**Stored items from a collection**
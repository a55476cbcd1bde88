package spin

import (
	"math"
	"testing"
)

// TestMirror checks the mirror-symmetry shortcut against the plain
// computation of every block (the same Hamiltonian, so the same lines up to
// rounding), and that it is taken only when the symmetry holds.
func TestMirror(t *testing.T) {
	a2b2 := System{
		Groups:    []Group{{Name: "a", ShiftPPM: 1.0, Count: 2}, {Name: "b", ShiftPPM: 1.05, Count: 2}},
		Couplings: []Coupling{{0, 1, 7}},
	}
	// Odd chain: the middle spin maps to itself.
	odd := chain(7, 0.02)
	// Asymmetric couplings: no symmetry.
	asym := chain(6, 0.05)
	asym.Couplings[0].JHz = 6
	for _, tc := range []struct {
		name string
		sys  System
		sym  bool
	}{
		{"chain8", chain(8, 0.05), true},
		{"chain7 odd", odd, true},
		{"A2B2 composite", a2b2, true},
		{"asymmetric J", asym, false},
	} {
		t.Run(tc.name, func(t *testing.T) {
			opt := Options{FieldMHz: 400, Mode: Exact}
			es := reduce(tc.sys, opt.FieldMHz)
			var spins []cspin
			for i, g := range es.g {
				spins = append(spins, cspin{twoF: g.n, nu: g.nu, grp: i})
			}
			if _, _, ok := mirror(spins, es.j); ok != tc.sym {
				t.Fatalf("mirror symmetry found = %v, want %v", ok, tc.sym)
			}
			got, err := Simulate(tc.sys, opt)
			if err != nil {
				t.Fatal(err)
			}
			useMirror = false
			want, err := Simulate(tc.sys, opt)
			useMirror = true
			if err != nil {
				t.Fatal(err)
			}
			if len(got.Lines) != len(want.Lines) {
				t.Fatalf("%d lines, plain computation %d", len(got.Lines), len(want.Lines))
			}
			// Tolerances far below the package's 0.01 Hz / 1% checks.
			for i, l := range got.Lines {
				w := want.Lines[i]
				if l.Group != w.Group || math.Abs(l.Hz-w.Hz) > 1e-6 || math.Abs(l.Intensity-w.Intensity) > 1e-9 {
					t.Fatalf("line %d: %+v, plain computation %+v", i, l, w)
				}
			}
			if math.Abs(got.Dropped-want.Dropped) > 1e-12 {
				t.Errorf("dropped %g, plain computation %g", got.Dropped, want.Dropped)
			}
		})
	}
}
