package spin

import (
	"errors"
	"math"
	"math/rand/v2"
	"sort"
	"strings"
	"testing"
)

// productBasis simulates sys exactly in the full product basis of count-1
// groups, without merging equivalent groups or composite particles, and
// with the couplings given (including any inside an equivalent set).
func productBasis(t *testing.T, sys System, field float64) []peak {
	t.Helper()
	es := &esys{}
	all := make([]int, len(sys.Groups))
	for i, g := range sys.Groups {
		if g.Count != 1 {
			t.Fatalf("productBasis needs count-1 groups")
		}
		es.g = append(es.g, egroup{nu: g.ShiftPPM * field, n: 1, proton: true, members: []int{i}})
		all[i] = i
	}
	es.j = make([][]float64, len(sys.Groups))
	for i := range es.j {
		es.j[i] = make([]float64, len(sys.Groups))
	}
	for _, c := range sys.Couplings {
		es.j[c.A][c.B], es.j[c.B][c.A] = c.JHz, c.JHz
	}
	raw, _, err := es.exactLines(all, nil, false)
	if err != nil {
		t.Fatal(err)
	}
	r := &Result{Lines: es.distribute(sys, mergeRaw(raw), field)}
	return spectrum(r, 1e-9)
}

// expand replaces every group of count n by n count-1 groups with the same
// couplings, and couples the members of one set to each other by jIntra.
func expand(sys System, jIntra float64) System {
	var out System
	idx := make([][]int, len(sys.Groups))
	for i, g := range sys.Groups {
		for k := 0; k < g.Count; k++ {
			idx[i] = append(idx[i], len(out.Groups))
			out.Groups = append(out.Groups, Group{Name: g.Name, ShiftPPM: g.ShiftPPM, Count: 1, Nucleus: g.Nucleus})
		}
		for a := 0; a < len(idx[i]); a++ {
			for b := a + 1; b < len(idx[i]); b++ {
				out.Couplings = append(out.Couplings, Coupling{idx[i][a], idx[i][b], jIntra})
			}
		}
	}
	for _, c := range sys.Couplings {
		for _, a := range idx[c.A] {
			for _, b := range idx[c.B] {
				out.Couplings = append(out.Couplings, Coupling{a, b, c.JHz})
			}
		}
	}
	return out
}

// TestCompositeEqualsProductBasis: the composite-particle reduction of
// magnetically equivalent groups is an identity of angular-momentum algebra
// (physical law), so it must reproduce the full product-basis spectrum, and
// couplings inside an equivalent set must leave no trace.
func TestCompositeEqualsProductBasis(t *testing.T) {
	t.Parallel()
	for _, tc := range []struct {
		name string
		sys  System
	}{
		{"A3B", System{Groups: []Group{{Name: "A", ShiftPPM: 1.20, Count: 3}, {Name: "B", ShiftPPM: 1.30, Count: 1}}, Couplings: []Coupling{{0, 1, 7}}}},
		{"A2B2", System{Groups: []Group{{Name: "A", ShiftPPM: 3.00, Count: 2}, {Name: "B", ShiftPPM: 3.05, Count: 2}}, Couplings: []Coupling{{0, 1, 6.5}}}},
		{"A3B2C", System{Groups: []Group{{Name: "A", ShiftPPM: 1.0, Count: 3}, {Name: "B", ShiftPPM: 1.1, Count: 2}, {Name: "C", ShiftPPM: 1.25, Count: 1}},
			Couplings: []Coupling{{0, 1, 7.2}, {1, 2, 6.1}, {0, 2, -0.5}}}},
	} {
		t.Run(tc.name, func(t *testing.T) {
			want := productBasis(t, expand(tc.sys, -12.4), 100)
			got := spectrum(mustSim(t, tc.sys, Options{FieldMHz: 100, Mode: Exact}), 1e-9)
			comparePeaks(t, got, want, 1e-3, 1e-4)
		})
	}
}

// TestEquivalentSinglet: with all shifts equal, couplings inside an
// equivalent group leave no trace — a CH3 is one line (common practice, no
// source; follows from [H, F−] commuting parts).
func TestEquivalentSinglet(t *testing.T) {
	t.Parallel()
	sys := expand(System{Groups: []Group{{Name: "CH3", ShiftPPM: 2.17, Count: 3}}}, -12.4)
	got := productBasis(t, sys, 400)
	want := []peak{{2.17 * 400, 3}}
	comparePeaks(t, got, want, 1e-6, 1e-9)
	// The same through Simulate, where the three members are merged.
	got = spectrum(mustSim(t, sys, Options{FieldMHz: 400, Mode: Exact}), 1e-9)
	comparePeaks(t, got, want, 1e-6, 1e-9)
}

// TestFirstOrderPascal checks successive splitting: n equivalent partners
// give n+1 lines with binomial intensities (Pascal's triangle, common
// practice, no source).
func TestFirstOrderPascal(t *testing.T) {
	t.Parallel()
	// Ethyl: CH2 (3.6 ppm) quartet, CH3 (1.2 ppm) triplet, J = 7 Hz.
	sys := System{
		Groups:    []Group{{Name: "CH2", ShiftPPM: 3.6, Count: 2}, {Name: "CH3", ShiftPPM: 1.2, Count: 3}},
		Couplings: []Coupling{{0, 1, 7}},
	}
	r := mustSim(t, sys, Options{FieldMHz: 400, Mode: FirstOrder})
	var ch2, ch3 []peak
	for _, l := range r.Lines {
		p := peak{l.Hz, l.Intensity}
		if l.Group == 0 {
			ch2 = append(ch2, p)
		} else {
			ch3 = append(ch3, p)
		}
	}
	c2, c3 := 3.6*400, 1.2*400
	comparePeaks(t, ch2, []peak{{c2 - 10.5, 2.0 / 8}, {c2 - 3.5, 6.0 / 8}, {c2 + 3.5, 6.0 / 8}, {c2 + 10.5, 2.0 / 8}}, 1e-9, 1e-9)
	comparePeaks(t, ch3, []peak{{c3 - 7, 0.75}, {c3, 1.5}, {c3 + 7, 0.75}}, 1e-9, 1e-9)
	for g, m := range r.ModeUsed {
		if m != FirstOrder {
			t.Errorf("ModeUsed[%d] = %v", g, m)
		}
	}
	// dd with 17 and 10 Hz, and a 19F doublet of 47 Hz on top: 8 lines.
	sys = System{
		Groups: []Group{{Name: "a", ShiftPPM: 5.8, Count: 1}, {Name: "b", ShiftPPM: 5.2, Count: 1},
			{Name: "c", ShiftPPM: 5.0, Count: 1}, {Name: "F", ShiftPPM: -200, Count: 1, Nucleus: "19F"}},
		Couplings: []Coupling{{0, 1, 17}, {0, 2, 10}, {0, 3, 47}},
	}
	r = mustSim(t, sys, Options{FieldMHz: 400, Mode: FirstOrder})
	n := 0
	for _, l := range r.Lines {
		if l.Group == 0 {
			n++
			if math.Abs(l.Intensity-0.125) > 1e-12 {
				t.Errorf("ddd line intensity %v, want 1/8", l.Intensity)
			}
		}
		if l.Group == 3 {
			t.Errorf("19F line in a 1H spectrum: %+v", l)
		}
	}
	if n != 8 {
		t.Errorf("ddd has %d lines, want 8", n)
	}
}

// TestWeakLimit: for Δν ≫ J the exact spectrum converges to the first-order
// pattern (common practice, no source; the perturbation is of order J²/Δν).
func TestWeakLimit(t *testing.T) {
	t.Parallel()
	sys := System{
		Groups: []Group{{Name: "CH2", ShiftPPM: 3.6, Count: 2}, {Name: "CH3", ShiftPPM: 1.2, Count: 3},
			{Name: "CH", ShiftPPM: 7.3, Count: 1}},
		Couplings: []Coupling{{0, 1, 7}, {0, 2, 1.5}},
	}
	opt := Options{FieldMHz: 5000} // Δν/J ≈ 1700
	opt.Mode = Exact
	// Lines that first order puts together split by ~J²/Δν ≈ 0.004 Hz;
	// gather them within 0.01 Hz before comparing.
	ex := coarse(spectrum(mustSim(t, sys, opt), 0), 0.01, 1e-4)
	opt.Mode = FirstOrder
	fo := spectrum(mustSim(t, sys, opt), 1e-4)
	comparePeaks(t, ex, fo, 0.01, 0.01)
}

// coarse merges sorted peaks closer than tol (intensity-weighted position)
// and drops those weaker than minI.
func coarse(ps []peak, tol, minI float64) []peak {
	var out []peak
	for _, p := range ps {
		if n := len(out); n > 0 && p.hz-out[n-1].hz < tol {
			q := &out[n-1]
			q.hz = (q.hz*q.inten + p.hz*p.inten) / (q.inten + p.inten)
			q.inten += p.inten
			continue
		}
		out = append(out, p)
	}
	kept := out[:0]
	for _, p := range out {
		if p.inten > minI {
			kept = append(kept, p)
		}
	}
	return kept
}

// vinyl is a styrene-like vinyl ABC: shifts 6.7/5.7/5.2 ppm, J trans 17.6,
// cis 10.9, geminal 1.0 Hz (typical values, common practice, no source).
var vinyl = System{
	Groups:    []Group{{Name: "Ha", ShiftPPM: 6.7, Count: 1}, {Name: "Htrans", ShiftPPM: 5.7, Count: 1}, {Name: "Hcis", ShiftPPM: 5.2, Count: 1}},
	Couplings: []Coupling{{0, 1, 17.6}, {0, 2, 10.9}, {1, 2, 1.0}},
}

// displacement returns the largest shift in Hz and in intensity between the
// 12 strongest exact lines and the 12 first-order lines, both sorted.
func displacement(t *testing.T, field float64) (dHz, dI float64) {
	ex := spectrum(mustSim(t, vinyl, Options{FieldMHz: field, Mode: Exact}), 0)
	fo := spectrum(mustSim(t, vinyl, Options{FieldMHz: field, Mode: FirstOrder}), 0)
	sort.Slice(ex, func(i, k int) bool { return ex[i].inten > ex[k].inten })
	ex = ex[:len(fo)]
	sort.Slice(ex, func(i, k int) bool { return ex[i].hz < ex[k].hz })
	for i := range fo {
		dHz = math.Max(dHz, math.Abs(ex[i].hz-fo[i].hz))
		dI = math.Max(dI, math.Abs(ex[i].inten-fo[i].inten))
	}
	return dHz, dI
}

// TestFieldDependence: the vinyl ABC at 60 MHz (Δν/J ≈ 3.4) shows roofed,
// displaced lines against first order; at 600 MHz it is nearly first-order
// (common practice, no source: second-order effects scale as J/Δν).
func TestFieldDependence(t *testing.T) {
	t.Parallel()
	d60, i60 := displacement(t, 60)
	d600, i600 := displacement(t, 600)
	t.Logf("max displacement: 60 MHz %.2f Hz, %.3f intensity; 600 MHz %.3f Hz, %.4f intensity", d60, i60, d600, i600)
	if d60 < 1 || i60 < 0.03 {
		t.Errorf("60 MHz: displacement %.3f Hz, intensity %.3f; want clear second-order distortion", d60, i60)
	}
	if d600 > 0.5 || i600 > 0.03 || d600 > d60/5 {
		t.Errorf("600 MHz: displacement %.3f Hz, intensity %.3f; want near first-order", d600, i600)
	}
}

// groupTol is the relative tolerance of a group's sum: shares below 1e-4 of
// a line are given to the line's main group.
const groupTol = 1e-3

// TestSumRuleRandom: for random systems in every mode, the spectrum (with
// the dropped weak lines) sums to the number of 1H nuclei and each group's
// lines to its count, up to the dropped intensity (physical law of the
// normalisation, Tr(F+_g F−)); renumbering the groups does not change the
// spectrum.
func TestSumRuleRandom(t *testing.T) {
	t.Parallel()
	rng := rand.New(rand.NewPCG(1, 1))
	for it := 0; it < 40; it++ {
		sys := randomSystem(rng)
		for _, mode := range []Mode{Auto, FirstOrder, Exact} {
			r := mustSim(t, sys, Options{FieldMHz: 60 + 540*rng.Float64(), Mode: mode})
			var n float64
			for _, g := range sys.Groups {
				if g.IsProton() {
					n += float64(g.Count)
				}
			}
			if got := total(r); math.Abs(got-n) > sumTol*n {
				t.Fatalf("it %d %v: total %v (with %.2g dropped), want %v", it, mode, got, r.Dropped, n)
			}
			per := make([]float64, len(sys.Groups))
			for _, l := range r.Lines {
				per[l.Group] += l.Intensity
			}
			for g, grp := range sys.Groups {
				want := float64(grp.Count)
				if !grp.IsProton() {
					want = 0
				}
				if math.Abs(per[g]-want) > r.Dropped+groupTol*math.Max(want, 1) {
					t.Fatalf("it %d %v: group %d sums to %v, want %v (%+v)", it, mode, g, per[g], want, sys)
				}
			}
		}
		perm := rng.Perm(len(sys.Groups))
		psys := permute(sys, perm)
		a := spectrum(mustSim(t, sys, Options{FieldMHz: 100, Mode: Exact}), 1e-9)
		b := spectrum(mustSim(t, psys, Options{FieldMHz: 100, Mode: Exact}), 1e-9)
		comparePeaks(t, b, a, 1e-3, 1e-4)
	}
}

func randomSystem(rng *rand.Rand) System {
	n := 2 + rng.IntN(4)
	var s System
	for i := 0; i < n; i++ {
		g := Group{Name: string(rune('a' + i)), ShiftPPM: 1 + 0.3*rng.Float64(), Count: 1 + rng.IntN(3)}
		if rng.IntN(6) == 0 {
			g.Nucleus, g.ShiftPPM = "19F", -100
		}
		s.Groups = append(s.Groups, g)
	}
	for a := 0; a < n; a++ {
		for b := a + 1; b < n; b++ {
			if rng.IntN(3) > 0 {
				s.Couplings = append(s.Couplings, Coupling{a, b, 20*rng.Float64() - 5})
			}
		}
	}
	return s
}

func permute(sys System, perm []int) System {
	out := System{Groups: make([]Group, len(sys.Groups))}
	for i, g := range sys.Groups {
		out.Groups[perm[i]] = g
	}
	for _, c := range sys.Couplings {
		out.Couplings = append(out.Couplings, Coupling{perm[c.A], perm[c.B], c.JHz})
	}
	return out
}

// TestValidate checks that bad input gives a clear error, not a panic.
func TestValidate(t *testing.T) {
	t.Parallel()
	ok := []Group{{Name: "a", ShiftPPM: 1, Count: 1}, {Name: "b", ShiftPPM: 2, Count: 1}}
	for _, tc := range []struct {
		name string
		sys  System
		opt  Options
		want string
	}{
		{"no groups", System{}, Options{FieldMHz: 400}, "no groups"},
		{"zero field", System{Groups: ok}, Options{}, "field must be"},
		{"NaN field", System{Groups: ok}, Options{FieldMHz: math.NaN()}, "field must be"},
		{"zero count", System{Groups: []Group{{Name: "a", Count: 0}}}, Options{FieldMHz: 400}, `group 0 ("a"): count must be at least 1`},
		{"huge count", System{Groups: []Group{{Name: "a", Count: 1000}}}, Options{FieldMHz: 400}, "above the limit"},
		{"inf shift", System{Groups: []Group{{Name: "a", Count: 1, ShiftPPM: math.Inf(1)}}}, Options{FieldMHz: 400}, "shift must be"},
		{"nucleus", System{Groups: []Group{{Name: "a", Count: 1, Nucleus: "13C"}}}, Options{FieldMHz: 400}, `unknown nucleus "13C"`},
		{"index", System{Groups: ok, Couplings: []Coupling{{0, 2, 7}}}, Options{FieldMHz: 400}, "coupling 0: group index out of range"},
		{"self", System{Groups: ok, Couplings: []Coupling{{1, 1, 7}}}, Options{FieldMHz: 400}, "to itself"},
		{"NaN J", System{Groups: ok, Couplings: []Coupling{{0, 1, math.NaN()}}}, Options{FieldMHz: 400}, "J must be"},
		{"duplicate", System{Groups: ok, Couplings: []Coupling{{0, 1, 7}, {1, 0, 7}}}, Options{FieldMHz: 400}, "already coupled"},
		{"mode", System{Groups: ok}, Options{FieldMHz: 400, Mode: 7}, "unknown mode"},
		{"ratio", System{Groups: ok}, Options{FieldMHz: 400, StrongRatio: -1}, "ratio"},
		{"maxspins", System{Groups: ok}, Options{FieldMHz: 400, MaxSpins: 99}, "MaxSpins"},
	} {
		t.Run(tc.name, func(t *testing.T) {
			_, err := Simulate(tc.sys, tc.opt)
			if err == nil || !strings.Contains(err.Error(), tc.want) {
				t.Errorf("error %v, want it to contain %q", err, tc.want)
			}
		})
	}
}

// TestRefuseLarge: a cluster above the bound is refused with ErrTooLarge and
// a hint to use first-order mode, which then succeeds.
func TestRefuseLarge(t *testing.T) {
	t.Parallel()
	sys := chain(12, 0.02)
	_, err := Simulate(sys, Options{FieldMHz: 400, Mode: Exact, MaxSpins: 10})
	if !errors.Is(err, ErrTooLarge) || !strings.Contains(err.Error(), "first-order") {
		t.Fatalf("error %v, want ErrTooLarge suggesting first-order", err)
	}
	if _, err := Simulate(sys, Options{FieldMHz: 400, Mode: FirstOrder}); err != nil {
		t.Fatal(err)
	}
}

// TestRefuseManyLines: first-order splitting by many large partner groups
// with distinct couplings is refused rather than exhausting memory.
func TestRefuseManyLines(t *testing.T) {
	t.Parallel()
	sys := System{Groups: []Group{{Name: "x", ShiftPPM: 5, Count: 1}}}
	for i := 1; i <= 6; i++ {
		sys.Groups = append(sys.Groups, Group{Name: string(rune('a' + i)), ShiftPPM: float64(i), Count: 60})
		sys.Couplings = append(sys.Couplings, Coupling{0, i, 1 + 0.731*math.Sqrt(float64(i)+0.5)})
	}
	_, err := Simulate(sys, Options{FieldMHz: 400, Mode: FirstOrder})
	if !errors.Is(err, ErrTooLarge) {
		t.Fatalf("error %v, want ErrTooLarge", err)
	}
}

// chain returns n distinct count-1 protons step ppm apart, each coupled to
// its neighbours (7 Hz) and next-neighbours (1.5 Hz): one strongly coupled
// cluster at 400 MHz for small steps.
func chain(n int, step float64) System {
	var s System
	for i := 0; i < n; i++ {
		s.Groups = append(s.Groups, Group{Name: string(rune('a' + i)), ShiftPPM: 2 + step*float64(i), Count: 1})
		if i > 0 {
			s.Couplings = append(s.Couplings, Coupling{i - 1, i, 7})
		}
		if i > 1 {
			s.Couplings = append(s.Couplings, Coupling{i - 2, i, 1.5})
		}
	}
	return s
}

**ACTIVITY**
Restate, please, word for word the span of records running from the first line to the line bearing "maps to itself.", both included, and nothing outside it.

**TASK OUTPUT**
repository a55476cbcd1bde88
package spin

import (
	"math"
	"testing"
)

// TestMirror checks the mirror-symmetry shortcut against the plain
// computation of every block (the same Hamiltonian, so the same lines up to
// rounding), and that it is taken only when the symmetry holds.
func TestMirror(t *testing.T) {
	a2b2 := System{
		Groups:    []Group{{Name: "a", ShiftPPM: 1.0, Count: 2}, {Name: "b", ShiftPPM: 1.05, Count: 2}},
		Couplings: []Coupling{{0, 1, 7}},
	}
	// Odd chain: the middle spin maps to itself.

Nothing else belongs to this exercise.